Problem requirements:
Reproduce, word for word, every line starting at the line that contains "reflected sun reaches" and ending with the final line of the entries.

Records from a dataset:
┄┄┄┄┄┄

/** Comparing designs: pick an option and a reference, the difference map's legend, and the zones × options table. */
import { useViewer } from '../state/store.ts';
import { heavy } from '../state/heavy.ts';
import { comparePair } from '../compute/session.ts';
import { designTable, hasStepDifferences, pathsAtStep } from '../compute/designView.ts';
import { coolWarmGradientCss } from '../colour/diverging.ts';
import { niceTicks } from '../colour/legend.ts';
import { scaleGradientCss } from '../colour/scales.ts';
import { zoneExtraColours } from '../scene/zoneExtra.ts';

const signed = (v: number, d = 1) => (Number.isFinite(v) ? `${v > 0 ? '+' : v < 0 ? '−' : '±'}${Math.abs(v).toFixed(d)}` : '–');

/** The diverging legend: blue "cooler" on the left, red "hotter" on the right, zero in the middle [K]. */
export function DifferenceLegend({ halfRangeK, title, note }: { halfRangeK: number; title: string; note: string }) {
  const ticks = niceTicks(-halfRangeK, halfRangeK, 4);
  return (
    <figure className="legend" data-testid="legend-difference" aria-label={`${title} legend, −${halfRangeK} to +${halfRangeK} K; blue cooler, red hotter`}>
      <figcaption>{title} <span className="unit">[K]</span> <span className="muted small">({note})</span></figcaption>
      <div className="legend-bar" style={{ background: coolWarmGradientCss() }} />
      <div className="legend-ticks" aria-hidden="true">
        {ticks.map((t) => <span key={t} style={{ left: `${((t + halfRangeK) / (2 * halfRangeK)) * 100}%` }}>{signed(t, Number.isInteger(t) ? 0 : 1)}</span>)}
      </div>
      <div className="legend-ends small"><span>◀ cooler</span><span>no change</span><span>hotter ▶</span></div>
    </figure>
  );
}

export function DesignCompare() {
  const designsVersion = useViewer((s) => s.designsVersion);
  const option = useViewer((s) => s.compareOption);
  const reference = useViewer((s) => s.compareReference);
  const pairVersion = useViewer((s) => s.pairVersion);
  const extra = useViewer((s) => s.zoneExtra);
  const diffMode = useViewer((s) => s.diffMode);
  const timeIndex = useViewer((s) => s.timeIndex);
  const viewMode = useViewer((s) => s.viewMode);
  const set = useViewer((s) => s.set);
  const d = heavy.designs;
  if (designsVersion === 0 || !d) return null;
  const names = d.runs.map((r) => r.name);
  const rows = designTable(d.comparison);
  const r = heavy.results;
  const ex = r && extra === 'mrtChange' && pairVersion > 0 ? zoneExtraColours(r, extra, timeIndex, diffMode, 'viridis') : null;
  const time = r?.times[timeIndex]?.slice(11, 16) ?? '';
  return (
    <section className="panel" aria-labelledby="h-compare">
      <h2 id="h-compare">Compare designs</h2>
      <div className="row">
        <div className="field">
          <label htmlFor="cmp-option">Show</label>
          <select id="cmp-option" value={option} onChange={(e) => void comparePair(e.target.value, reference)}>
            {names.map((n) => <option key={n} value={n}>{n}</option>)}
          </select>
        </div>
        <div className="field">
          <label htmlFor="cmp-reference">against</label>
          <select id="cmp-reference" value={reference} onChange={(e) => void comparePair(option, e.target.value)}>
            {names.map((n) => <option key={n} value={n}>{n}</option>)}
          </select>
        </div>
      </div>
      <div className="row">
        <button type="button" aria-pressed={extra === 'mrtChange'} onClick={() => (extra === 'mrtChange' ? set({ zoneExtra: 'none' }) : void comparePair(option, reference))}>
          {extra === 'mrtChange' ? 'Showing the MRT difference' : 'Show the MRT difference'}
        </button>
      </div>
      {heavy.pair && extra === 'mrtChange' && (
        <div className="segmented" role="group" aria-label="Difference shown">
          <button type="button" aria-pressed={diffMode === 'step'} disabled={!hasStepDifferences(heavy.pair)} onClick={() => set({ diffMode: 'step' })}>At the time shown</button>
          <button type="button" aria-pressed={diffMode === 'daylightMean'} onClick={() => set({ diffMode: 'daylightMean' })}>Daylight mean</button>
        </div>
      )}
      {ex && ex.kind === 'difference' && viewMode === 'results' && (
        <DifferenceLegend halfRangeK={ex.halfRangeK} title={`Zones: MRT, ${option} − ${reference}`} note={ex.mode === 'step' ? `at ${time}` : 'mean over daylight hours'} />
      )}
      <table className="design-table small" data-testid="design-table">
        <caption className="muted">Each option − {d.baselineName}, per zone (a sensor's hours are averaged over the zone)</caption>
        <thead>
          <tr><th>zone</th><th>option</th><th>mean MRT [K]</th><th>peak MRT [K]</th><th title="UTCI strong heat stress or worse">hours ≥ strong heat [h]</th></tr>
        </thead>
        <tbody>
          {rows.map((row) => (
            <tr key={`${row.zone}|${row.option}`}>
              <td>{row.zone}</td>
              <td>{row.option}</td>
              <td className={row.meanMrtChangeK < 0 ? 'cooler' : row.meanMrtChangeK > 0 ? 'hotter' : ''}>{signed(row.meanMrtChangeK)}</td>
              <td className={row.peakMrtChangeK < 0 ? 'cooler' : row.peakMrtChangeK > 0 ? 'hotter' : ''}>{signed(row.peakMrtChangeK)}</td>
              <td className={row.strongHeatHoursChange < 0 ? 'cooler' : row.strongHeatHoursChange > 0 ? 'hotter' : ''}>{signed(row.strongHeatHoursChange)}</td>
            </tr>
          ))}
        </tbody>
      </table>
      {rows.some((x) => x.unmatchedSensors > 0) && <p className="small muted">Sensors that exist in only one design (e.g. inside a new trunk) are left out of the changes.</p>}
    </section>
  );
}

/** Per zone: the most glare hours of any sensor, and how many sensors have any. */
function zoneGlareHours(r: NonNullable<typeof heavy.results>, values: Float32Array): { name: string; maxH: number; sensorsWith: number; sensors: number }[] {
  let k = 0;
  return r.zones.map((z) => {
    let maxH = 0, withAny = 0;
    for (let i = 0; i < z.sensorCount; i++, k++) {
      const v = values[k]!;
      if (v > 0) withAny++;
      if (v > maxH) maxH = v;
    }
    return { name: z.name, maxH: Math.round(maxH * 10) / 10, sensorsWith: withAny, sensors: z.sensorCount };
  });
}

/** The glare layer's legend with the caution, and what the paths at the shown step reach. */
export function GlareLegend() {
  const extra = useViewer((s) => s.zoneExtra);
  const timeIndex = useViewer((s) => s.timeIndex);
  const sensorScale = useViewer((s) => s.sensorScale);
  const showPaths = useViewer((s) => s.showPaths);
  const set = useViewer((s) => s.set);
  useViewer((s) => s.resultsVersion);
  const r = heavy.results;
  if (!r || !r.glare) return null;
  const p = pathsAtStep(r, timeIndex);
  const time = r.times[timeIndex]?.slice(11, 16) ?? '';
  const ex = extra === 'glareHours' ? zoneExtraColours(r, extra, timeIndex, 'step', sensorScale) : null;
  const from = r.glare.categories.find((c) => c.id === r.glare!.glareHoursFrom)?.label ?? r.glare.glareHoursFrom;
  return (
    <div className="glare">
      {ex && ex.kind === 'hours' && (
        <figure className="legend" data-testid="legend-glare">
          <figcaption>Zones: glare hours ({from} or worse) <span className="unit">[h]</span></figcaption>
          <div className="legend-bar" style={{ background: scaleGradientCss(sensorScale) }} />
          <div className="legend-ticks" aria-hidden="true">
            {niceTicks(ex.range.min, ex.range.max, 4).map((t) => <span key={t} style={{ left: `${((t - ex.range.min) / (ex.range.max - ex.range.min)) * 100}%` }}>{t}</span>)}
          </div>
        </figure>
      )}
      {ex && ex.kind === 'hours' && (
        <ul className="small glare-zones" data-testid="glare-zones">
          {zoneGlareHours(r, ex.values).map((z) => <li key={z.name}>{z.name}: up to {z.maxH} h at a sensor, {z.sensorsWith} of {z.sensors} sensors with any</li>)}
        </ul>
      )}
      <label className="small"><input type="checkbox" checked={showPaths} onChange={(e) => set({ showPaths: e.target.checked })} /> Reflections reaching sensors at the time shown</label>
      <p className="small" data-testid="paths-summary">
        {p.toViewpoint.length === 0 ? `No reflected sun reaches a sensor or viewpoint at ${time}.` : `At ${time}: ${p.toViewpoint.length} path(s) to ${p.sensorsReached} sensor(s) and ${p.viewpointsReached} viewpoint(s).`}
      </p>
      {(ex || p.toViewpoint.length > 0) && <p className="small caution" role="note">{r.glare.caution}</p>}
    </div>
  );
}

┄┄┄┄┄┄

Solution for this task:
        {p.toViewpoint.length === 0 ? `No reflected sun reaches a sensor or viewpoint at ${time}.` : `At ${time}: ${p.toViewpoint.length} path(s) to ${p.sensorsReached} sensor(s) and ${p.viewpointsReached} viewpoint(s).`}
      </p>
      {(ex || p.toViewpoint.length > 0) && <p className="small caution" role="note">{r.glare.caution}</p>}
    </div>
  );
}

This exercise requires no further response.